La pantomima grottesca di Stones, con il suo accostamento di alto e basso, di musiche pop e richiami ambivalenti alla cultura ebraica, è coinvolgente perché richiama la vitalità della cultura ebraica popolare, che nella prima metà del XX secolo ha creato capolavori letterari e teatrali in lingua yiddish e ha contribuito allo sviluppo del cinema hollywoodiano. Oggi, purtroppo, dei primi resta scarsa memoria, e perfino un paladino del mondo yiddish come Moni Ovadia sembra avere perso la propria vocazione, cadendo nella riproposizione di barzellette che, davvero, non rendono giustizia alla ricchezza tragicomica del mondo ebraico che fu. Stones, invece, in qualche modo ce la fa intravedere.
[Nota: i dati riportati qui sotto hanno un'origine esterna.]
package network

import "kinetarium/network/expr"

// randomBi is the rapid-equilibrium random-order law of two substrates A
// and B, irreversible, in Segel's parameterisation (Segel, Enzyme
// Kinetics, 1975, ch. 6, "rapid equilibrium random bi reactant system";
// from memory):
//
//	v = Vmax·A·B/(α·Ka·Kb + α·Kb·A + α·Ka·B + A·B)
//
// Ka and Kb are the dissociation constants of A and B from the free
// enzyme; α is the factor by which the binding of one changes the
// dissociation constant of the other. With α = 1 the substrates bind
// independently and v = Vmax·A/(Ka + A)·B/(Kb + B).
type randomBi struct{}

// orderedBi is the ordered law of two substrates, A binding first, in the
// absence of products (the ordered ternary-complex mechanism, steady
// state, irreversible; Cornish-Bowden, Fundamentals of Enzyme Kinetics,
// 4th ed., 2012, ch. 8, from memory; also Segel 1975, ch. 9):
//
//	v = Vmax·A·B/(Kia·Kmb + Kmb·A + Kma·B + A·B)
//
// Kma and Kmb are the Michaelis constants of A and B, Kia the
// dissociation constant of A from the free enzyme. At saturating B it is
// Michaelis–Menten in A with Km = Kma; at saturating A, in B with Km =
// Kmb.
type orderedBi struct{}

// Names of the two-substrate laws.
const (
	RandomBi  = "random_bi"
	OrderedBi = "ordered_bi"
)

func (randomBi) Name() string  { return RandomBi }
func (randomBi) Title() string { return "Two substrates, random order" }

func (randomBi) Fields() []Field {
	return []Field{
		{Key: "vmax", Label: "Vmax", Kind: ParamField},
		{Key: "ka", Label: "Ka (first substrate)", Kind: ParamField, Positive: true},
		{Key: "kb", Label: "Kb (second substrate)", Kind: ParamField, Positive: true},
		{Key: "alpha", Label: "α (interaction)", Kind: ParamField, Positive: true,
			Missing: "random_bi needs alpha, the factor by which one bound substrate changes the other's dissociation constant (1 when they bind independently)"},
	}
}

// needTwoSubstrates reports an error unless eq is irreversible with two
// different substrates of coefficient 1.
func needTwoSubstrates(c *LawCheck, law string) {
	eq := c.Equation
	if eq == nil {
		return
	}
	if eq.Reversible {
		c.Errorf("equation", "%s is written for the forward reaction only; use \"->\", or write the net rate as an expression", law)
	}
	if len(eq.Reactants) != 2 || eq.Reactants[0].Coef != 1 || eq.Reactants[1].Coef != 1 || eq.Reactants[0].Species == eq.Reactants[1].Species {
		c.Errorf("equation", "%s needs two different substrates with coefficient 1, such as \"A + B -> P + Q\"; use michaelis_menten for one substrate", law)
	}
}

func (randomBi) Check(c *LawCheck) []string {
	needTwoSubstrates(c, RandomBi)
	return []string{"vmax", "ka", "kb", "alpha"}
}

func (randomBi) Rate(r Rate, eq Equation) expr.Node {
	A, B := expr.Var(eq.Reactants[0].Species), expr.Var(eq.Reactants[1].Species)
	ka, kb, al := arg(r, "ka"), arg(r, "kb"), arg(r, "alpha")
	AB := expr.Mul(A, B)
	den := expr.Add(expr.Add(expr.Add(expr.Mul(expr.Mul(al, ka), kb), expr.Mul(expr.Mul(al, kb), A)), expr.Mul(expr.Mul(al, ka), B)), AB)
	return frac(expr.Mul(arg(r, "vmax"), AB), den)
}

func (randomBi) Formula(r Rate, eq *Equation) string {
	if eq == nil {
		return ""
	}
	a, b := substrate(eq, 0), substrate(eq, 1)
	ka, kb, al := txt(r, "ka"), txt(r, "kb"), txt(r, "alpha")
	return txt(r, "vmax") + "·" + a + "·" + b + "/(" + sum(al+"·"+ka+"·"+kb, al+"·"+kb+"·"+a, al+"·"+ka+"·"+b, a+"·"+b) + ")"
}

func (randomBi) fieldUnits(Equation) map[string]dims {
	return map[string]dims{"vmax": dimRate, "ka": dimConc, "kb": dimConc, "alpha": dimNumber}
}

func (orderedBi) Name() string  { return OrderedBi }
func (orderedBi) Title() string { return "Two substrates, ordered" }

func (orderedBi) Fields() []Field {
	return []Field{
		{Key: "vmax", Label: "Vmax", Kind: ParamField},
		{Key: "kia", Label: "Kia (A from free enzyme)", Kind: ParamField, Positive: true},
		{Key: "kma", Label: "Km of A (binds first)", Kind: ParamField, Positive: true},
		{Key: "kmb", Label: "Km of B (binds second)", Kind: ParamField, Positive: true},
	}
}

func (orderedBi) Check(c *LawCheck) []string {
	needTwoSubstrates(c, OrderedBi)
	return []string{"vmax", "kia", "kma", "kmb"}
}

func (orderedBi) Rate(r Rate, eq Equation) expr.Node {
	A, B := expr.Var(eq.Reactants[0].Species), expr.Var(eq.Reactants[1].Species)
	kia, kma, kmb := arg(r, "kia"), arg(r, "kma"), arg(r, "kmb")
	AB := expr.Mul(A, B)
	den := expr.Add(expr.Add(expr.Add(expr.Mul(kia, kmb), expr.Mul(kmb, A)), expr.Mul(kma, B)), AB)
	return frac(expr.Mul(arg(r, "vmax"), AB), den)
}

func (orderedBi) Formula(r Rate, eq *Equation) string {
	if eq == nil {
		return ""
	}
	a, b := substrate(eq, 0), substrate(eq, 1)
	kia, kma, kmb := txt(r, "kia"), txt(r, "kma"), txt(r, "kmb")
	return txt(r, "vmax") + "·" + a + "·" + b + "/(" + sum(kia+"·"+kmb, kmb+"·"+a, kma+"·"+b, a+"·"+b) + ")"
}

func (orderedBi) fieldUnits(Equation) map[string]dims {
	return map[string]dims{"vmax": dimRate, "kia": dimConc, "kma": dimConc, "kmb": dimConc}
}
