package network

import (
	"bytes"
	"fmt"
	"strings"
	"testing"
)

// Positions written into the layout section read back the same, for
// every kind of place, with the style.
func TestLayoutRoundTrip(t *testing.T) {
	m := baseModel()
	m.Layout.Style = "sbgn"
	m.Layout.Put(PlaceSpecies, "E", 10.5, -3)
	m.Layout.Put(PlaceReaction, "bind", 1e-3, 250)
	m.Layout.Put(PlaceSpecies, "S", 42, 7)
	m.Layout.Put(PlaceSink, "cut", 0.1, 0.2)
	m.Layout.Put(PlaceSource, "name with spaces", 3, 4)
	m.Layout.Put(PlaceSpecies, "E", 11, -3) // moved again
	var b bytes.Buffer
	if err := m.Write(&b); err != nil {
		t.Fatal(err)
	}
	back, err := Read(&b, "x.json")
	if err != nil {
		t.Fatalf("%v\n%s", err, b.String())
	}
	if back.Layout.Style != "sbgn" || len(back.Layout.Places) != 5 {
		t.Fatalf("layout read back as %+v", back.Layout)
	}
	for _, p := range m.Layout.Places {
		x, y, ok := back.Layout.Find(p.Kind, p.Name)
		if !ok || x != p.X || y != p.Y {
			t.Errorf("%v %q read back at (%v, %v, %v), want (%v, %v)", p.Kind, p.Name, x, y, ok, p.X, p.Y)
		}
	}
	// Writing again gives the same bytes.
	var b2, b3 bytes.Buffer
	if err := back.Write(&b2); err != nil {
		t.Fatal(err)
	}
	again, _ := Read(bytes.NewReader(b2.Bytes()), "y.json")
	again.Write(&b3)
	if b2.String() != b3.String() {
		t.Errorf("writing the layout twice differs:\n%s\n%s", b2.String(), b3.String())
	}
	// A model without a layout writes no section.
	var b4 bytes.Buffer
	baseModel().Write(&b4)
	if strings.Contains(b4.String(), "layout") {
		t.Errorf("an empty layout is written:\n%s", b4.String())
	}
	// A clone has its own places.
	c := m.Clone()
	c.Layout.Put(PlaceSpecies, "E", 0, 0)
	if x, _, _ := m.Layout.Find(PlaceSpecies, "E"); x != 11 {
		t.Error("a clone's layout shares places with the original")
	}
}

func TestLayoutReadProblems(t *testing.T) {
	cases := []struct{ layout, want string }{
		{`{"style": "fancy"}`, `4:23: layout.style: unknown style "fancy"`},
		{`{"species": {"A": [1]}}`, `4:31: layout.species.A: expected a position [x, y] (two numbers), found a list of 1`},
		{`{"species": {"A": [1, "x"]}}`, `layout.species.A[1]: expected a number, found text`},
		{`{"species": {"A": [1, 2], "A": [3, 4]}}`, `the name "A" appears twice`},
		{`{"speces": {}}`, `unknown key "speces"; expected one of style, species, reactions, sources, sinks`},
		{`{"reactions": [1, 2]}`, `layout.reactions: expected an object {"NAME": [x, y], ...}, found a list`},
		{`[]`, `layout: expected an object {...}, found a list`},
	}
	for _, c := range cases {
		src := fmt.Sprintf("{\n  \"format\": \"kinetarium.model/1\",\n  \"species\": [{\"name\": \"A\", \"initial\": 1}],\n  \"layout\": %s\n}", c.layout)
		_, err := Read(strings.NewReader(src), "m.json")
		if err == nil || !strings.Contains(err.Error(), c.want) {
			t.Errorf("layout %s: error %v, want it to contain %q", c.layout, err, c.want)
		}
	}
}

// FuzzLayout reads arbitrary files (the seeds: every example with a
// layout section added, and FuzzRead's corpus in testdata) and checks that
// whatever reads writes and reads back to the same layout.
func FuzzLayout(f *testing.F) {
	f.Add([]byte(`{"format": "kinetarium.model/1", "species": [{"name": "A", "initial": 1}], "reactions": [], "layout": {"style": "sbgn", "species": {"A": [1.5, -2]}, "reactions": {"r 1": [0, 0]}, "sources": {"r": [1e300, 2]}, "sinks": {}}}`))
	f.Add([]byte(`{"format": "kinetarium.model/1", "species": [], "reactions": [], "layout": {"species": {"A": [1, 2], "B": [1e-320, 0]}}}`))
	f.Add([]byte(`{"format": "kinetarium.model/1", "species": [], "reactions": [], "layout": {"species": {"\u00e9": [-0, 2]}}}`))
	f.Fuzz(func(t *testing.T, data []byte) {
		m, err := Read(bytes.NewReader(data), "fuzz")
		if err != nil {
			return
		}
		var b bytes.Buffer
		if err := m.Write(&b); err != nil {
			return // a number JSON cannot hold, reported
		}
		back, err := Read(&b, "again")
		if err != nil {
			t.Fatalf("a model that read and wrote does not read back: %v\n%s", err, b.String())
		}
		if back.Layout.Style != m.Layout.Style || len(back.Layout.Places) != len(m.Layout.Places) {
			t.Fatalf("layout %+v read back as %+v", m.Layout, back.Layout)
		}
		for _, p := range m.Layout.Places {
			x, y, ok := back.Layout.Find(p.Kind, p.Name)
			if !ok || x != p.X || y != p.Y {
				t.Fatalf("%v %q at (%v, %v) read back at (%v, %v, %v)", p.Kind, p.Name, p.X, p.Y, x, y, ok)
			}
		}
	})
}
E anche per questo siamo disposti a scusargli i difetti che uno spettacolo rodato, con alle spalle centinaia di repliche in tutto il mondo, avrebbe potuto correggere. Anzitutto l’eccessiva lunghezza. Sapendo che lo spettacolo esiste anche in versioni da 20’ e da 40’, spesso si ha l’impressione che alcune scene siano state forzosamente allungate. Scene che, ed è questo un altro difetto, trascinano con sé un ingombrante corredo sentimentale. Di certo molti dei quadri drammatici che avevano per cornice la musica de La vita è bella nascono come bersaglio polemico su cui innestare i contrappunti grotteschi, ma il loro sentimentalismo è davvero respingente e andrebbe contenuto.